Can the invention of anesthetic be attributed to only one man? Should Hartford dentist Dr. Horace Wells who used laughing gas to calm his patients get the credit? Should it be his apprentice, the ne’re do well William Morton, who attempted to patent the gas? Was it Dr. Charles Jackson, who favored science over superstition, or Dr. John Collins Warren, the founder of Mass General, who feared change? As the story unfolds, each of these men undergoes personal transformation as the medical world shifts. Egloff writes that Wells, for example, may have been the inspiration for Robert Louis Stevenson’s novel, Dr. Jekyll and Mr. Hyde. Does that pique your interest?

The excellent ensemble cast is complimented by a brilliant scene and projection design by James Youmans who transforms the stage from the surgical space of the Ether Dome (which still exists at Mass General Hospital) to a variety of locations from Boston to Washington D.C., including a visually stunning representation of a New York subway platform.

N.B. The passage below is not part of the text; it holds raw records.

describe('limits and levels', () => {
  it('fails on more warnings than --max-warnings', async () => {
    const dir = corpus();
    expect(await run(['check', 'ward/three.pneu', '--max-warnings', '0'], io(dir))).toBe(1);
    expect(await run(['check', 'ward/three.pneu', '--max-warnings', '1'], io(dir))).toBe(0);
    expect(await run(['check', 'ward/three.pneu', '--max-warnings', 'lots'], io(dir))).toBe(2);
  });

  it('prints help for every command', async () => {
    for (const command of ['show', 'check', 'export', 'fmt', 'docs']) {
      const out = io(process.cwd());
      expect(await run([command, '--help'], out)).toBe(0);
      expect(out.out()).toMatch(new RegExp(`^Usage: pneumark ${command}`));
    }
  });

  it('lays out every command\'s options alike: an Options heading, descriptions in one column', async () => {
    for (const command of ['check', 'export', 'fmt', 'docs']) {
      const out = io(process.cwd());
      await run([command, '--help'], out);
      const text = out.out();
      expect(text, command).toContain('\nOptions:\n');
      for (const line of text.split('\n').filter((l) => /^ {2}--/.test(l))) expect(line.slice(0, 29), `${command}: ${line}`).toMatch(/^ {2}--\S.* {2,}$/);
    }
  });

  it('lists export\'s --spreadsheet-safe, and says --anchor takes 00:00 of day 1', async () => {
    const out = io(process.cwd());
    await run(['export', '--help'], out);
    const text = out.out().replace(/\s+/g, ' ');
    expect(text).toContain('--spreadsheet-safe CSV only: an apostrophe before text starting with = + - @ tab');
    expect(text).toContain('--anchor DATETIME FHIR only: the ISO date-time of day 1 00:00 (its time must be 00:00');
  });

  it('names every cause of exit code 2 in the main help, inputs that hold no note among them', async () => {
    const out = io(process.cwd());
    await run(['--help'], out);
    const text = out.out().replace(/\s+/g, ' ');
    expect(text).toContain('2 a usage error, inputs that hold no note (an empty folder, a pattern that matches nothing; in check, show and export, a note that is empty or has only blank lines, as standard input with nothing piped in is), a note that could not be read, or analysed in the memory one note is given, or that fmt --write would not rewrite, a folder below those named that cannot be listed');
  });
});

describe('fmt', () => {
  const messy = '@ 08:00   first\nvitals hr 80,rr 12 ,  spo2 97 %\n';
  const tidy = '@ 08:00  first\nvitals    hr 80, rr 12, spo2 97 %\n';

  it('prints a formatted note, lists notes that would change, and rewrites them', async () => {
    const dir = mkdtempSync(join(tmpdir(), 'pneumark-fmt-'));
    writeFileSync(join(dir, 'a.pneu'), messy);
    writeFileSync(join(dir, 'b.pneu'), tidy);
    const printed = io(dir);
    expect(await run(['fmt', 'a.pneu'], printed)).toBe(0);
    expect(printed.out()).toBe(tidy);
    const checked = io(dir);
    expect(await run(['fmt', '--check', '.'], checked)).toBe(1);
    expect(checked.out()).toBe('a.pneu\n');
    expect(await run(['fmt', '--write', '.'], io(dir))).toBe(0);
    expect(readFileSync(join(dir, 'a.pneu'), 'utf8')).toBe(tidy);
    expect(await run(['fmt', '--check', '.'], io(dir))).toBe(0);
    expect(readdirSync(dir).sort()).toEqual(['a.pneu', 'b.pneu']);
  });

  it('refuses to rewrite a note with syntax errors unless --force', async () => {
    const dir = mkdtempSync(join(tmpdir(), 'pneumark-fmt-'));
    const broken = `${messy}vitls hr 80\n`;
    writeFileSync(join(dir, 'a.pneu'), broken);
    const out = io(dir);
    expect(await run(['fmt', '--write', 'a.pneu'], out)).toBe(2);
    expect(out.err()).toMatch(/not rewritten: 1 syntax error/);
    expect(readFileSync(join(dir, 'a.pneu'), 'utf8')).toBe(broken);
    expect(await run(['fmt', '--write', '--force', 'a.pneu'], io(dir))).toBe(0);
    expect(readFileSync(join(dir, 'a.pneu'), 'utf8')).toBe(`${tidy}vitls hr 80\n`);
  });

  it('never overwrites a note that changed on disk between read and write', async () => {
    const dir = mkdtempSync(join(tmpdir(), 'pneumark-fmt-'));
    const file = join(dir, 'a.pneu');
    writeFileSync(file, messy);
    const concurrent = `${messy}note   added by someone else meanwhile\n`;
    fmtHooks.beforeRename = () => {
      writeFileSync(file, concurrent);
      utimesSync(file, new Date(), new Date(Date.now() + 5000));
    };
    try {
      const out = io(dir);
      expect(await run(['fmt', '--write', 'a.pneu'], out)).toBe(2);
      expect(out.err()).toMatch(/changed on disk while being formatted; left as it is/);
    } finally {
      fmtHooks.beforeRename = undefined;
    }
    expect(readFileSync(file, 'utf8')).toBe(concurrent);
    expect(readdirSync(dir)).toEqual(['a.pneu']);
  });

  it('leaves the original intact when the write is interrupted before the rename', async () => {
    const dir = mkdtempSync(join(tmpdir(), 'pneumark-fmt-'));
    const file = join(dir, 'a.pneu');
    writeFileSync(file, messy);
    fmtHooks.beforeRename = () => {
      throw new Error('interrupted');
    };
    try {
      const out = io(dir);
      expect(await run(['fmt', '--write', 'a.pneu'], out)).toBe(2);
      expect(out.err()).toMatch(/could not be written \(interrupted\); the original is intact/);
    } finally {
      fmtHooks.beforeRename = undefined;
    }
    expect(readFileSync(file, 'utf8')).toBe(messy);
    expect(readdirSync(dir)).toEqual(['a.pneu']);
  });

  it('keeps a byte-order mark and CRLF line ends', async () => {
    const dir = mkdtempSync(join(tmpdir(), 'pneumark-fmt-'));
    const file = join(dir, 'a.pneu');
    writeFileSync(file, `\uFEFF${messy.replace(/\n/g, '\r\n')}`);
    expect(await run(['fmt', '--write', 'a.pneu'], io(dir))).toBe(0);
    expect(readFileSync(file, 'utf8')).toBe(`\uFEFF${tidy.replace(/\n/g, '\r\n')}`);
  });
});
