async function check(args: readonly string[], io: Io): Promise<number> {
  const { positionals, values } = parse(args, { format: { type: 'string' }, quiet: { type: 'boolean' }, 'max-warnings': { type: 'string' }, exclude: { type: 'string', multiple: true }, jobs: { type: 'string' }, 'no-progress': { type: 'boolean' }, 'stdin-name': { type: 'string' }, redact: { type: 'boolean' }, 'json-version': { type: 'string' }, 'json-detail': { type: 'string' }, indented: { type: 'boolean' } });
  if (values.help) { io.stdout.write(`${HELP.check}\n`); return EXIT.ok; }
  const opts = validate(checkOptions, { format: values.format, quiet: values.quiet, maxWarnings: values['max-warnings'], exclude: values.exclude, jobs: values.jobs, progress: !values['no-progress'], stdinName: values['stdin-name'], redact: values.redact, jsonVersion: values['json-version'], jsonDetail: values['json-detail'], indented: values.indented }, { progress: '--no-progress' });
  if (opts.format !== 'json') {
    const jsonOnly = opts.jsonVersion !== undefined ? '--json-version' : opts.jsonDetail !== undefined ? '--json-detail' : opts.indented ? '--indented' : null;
    if (jsonOnly !== null) throw new UsageError(`${jsonOnly} applies to --format json only`);
  }
  // Indented for people (a terminal, or --indented), compact for programs: the same JSON value.
  // `--json-detail findings`: each note's findings alone, no timepoints made or sent.
  const detail = opts.jsonDetail ?? 'full';
  const layout: JsonLayout = { version: opts.jsonVersion === '2' ? 2 : 1, indented: opts.indented || io.stdout.isTTY === true, detail };
  if (positionals.length === 0) throw new UsageError('check needs at least one file, folder, pattern or - (stdin)');
  const stdinName = opts.stdinName === undefined ? null : shownFilePath(opts.stdinName, io.cwd);
  const { files, problems, stdinExcluded } = listInputs(positionals, io.cwd, opts.exclude, stdinName);
  // Left alone, as the file of that name would be in a folder checked: one line says so, and the
  // run is that of the other inputs (none: an empty run, exit 0).
  if (stdinExcluded !== null) io.stderr.write(`pneumark: ${visible(stdinExcludedLine(stdinExcluded, 'checked'))}\n`);
  const configs = new ConfigReport(io.cwd, stdinName).notes(files);
  const worker = new NoteWorker(io.cwd, {}, null, stdinName);
  // Standard error names each note by its path, for whoever runs the command; with --redact,
  // standard output (what is shared) names a note by its place in the run, and an input that
  // brought in no note by [redacted].
  const redact = opts.redact;
  const unread: FileOutcome[] = problems.map((p) => ({ path: redact ? REDACTED_WORD : p.path, findings: [], problem: redact && p.problem !== null ? redactedProblem(p.problem, REDACTED_WORD) : p.problem }));
  const named = (report: FileReport, index: number): FileReport => (redact ? redactedReport(report, index) : report);
  // JSON (with every timepoint, unless --json-detail findings) is written a note at a time as the
  // notes come in, in their order, and each note's timepoints are let go once written.
  const output = new Output(io.stdout);
  const json = opts.format === 'json' ? new CheckJsonWriter(output, opts.quiet, layout) : null;
  if (json) for (const o of unread) json.file(o);
  const streaming = json ? {
    inOrder: (r: FileReport, i: number): FileReport => written(r, json.file(named(r, i))),
    ready: () => output.ready(),
  } : undefined;
  const reports = await gather(files, { kind: 'check', timepoints: json !== null && detail === 'full', errorsOnly: opts.quiet, redact, layout }, io, worker, opts.progress && !(json && io.stdout.isTTY), 'checking', opts.jobs, streaming);
  const outcomes: FileOutcome[] = [...unread, ...(json ? reports : reports.map(named))];
  const p: Paint = paint(colourWanted(io.stdout, io.env));
  if (json) {
    json.end();
    output.write('\n');
  } else if (opts.format === 'sarif') {
    await writeCheckSarif(outcomes, opts.quiet, output, configs.sarifProblems().map((p) => (redact ? { ...p, path: REDACTED_WORD } : p)));
    output.write('\n');
  } else {
    await writeCheckText(outcomes, p, opts.quiet, output);
  }
  const badConfig = reportConfigProblems(configs, io);
  const pathOf = (o: FileOutcome, k: number): string => (!redact ? o.path : k < problems.length ? problems[k]!.path : shownPath(files[k - problems.length]!, stdinName));
  const problemOf = (o: FileOutcome, k: number): string | null => (redact && k < problems.length ? problems[k]!.problem : o.problem);
  outcomes.forEach((o, k) => { if (o.problem) io.stderr.write(`pneumark: ${visible(pathOf(o, k))}: ${visible(problemOf(o, k) ?? o.problem)}\n`); });
  if (badConfig || outcomes.some((o) => o.problem)) return EXIT.usage;
  const total: SeverityCounts = { error: 0, warning: 0, information: 0, hint: 0 };
  for (const o of outcomes) countOutcome(o, total);
  if (total.error > 0) return EXIT.findings;
  const warnings = total.warning;
  if (opts.maxWarnings !== undefined && warnings > opts.maxWarnings) {
    io.stderr.write(`pneumark: ${warnings} warning${warnings === 1 ? '' : 's'}, more than --max-warnings ${opts.maxWarnings}\n`);
    return EXIT.findings;
  }
  return EXIT.ok;
}

const docsOptions = z.object({
  write: z.string().min(1).optional(),
  grammar: z.string().min(1).optional(),
  readme: z.string().min(1).optional(),
});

But the master of the show is director Michael Wilson who moves his cast through a fast-paced two hours and forty minutes of human drama and comedy as the personal stories unfold.  

Ether Dome is a gift to an audience who appreciate the occasional joke about Hartford and Boston, but who find the real story of a scientific breakthrough as mesmerizing as the drama and history that unfolds. HartfordStage has produced a winner with this very original, fascinating theatrical experience.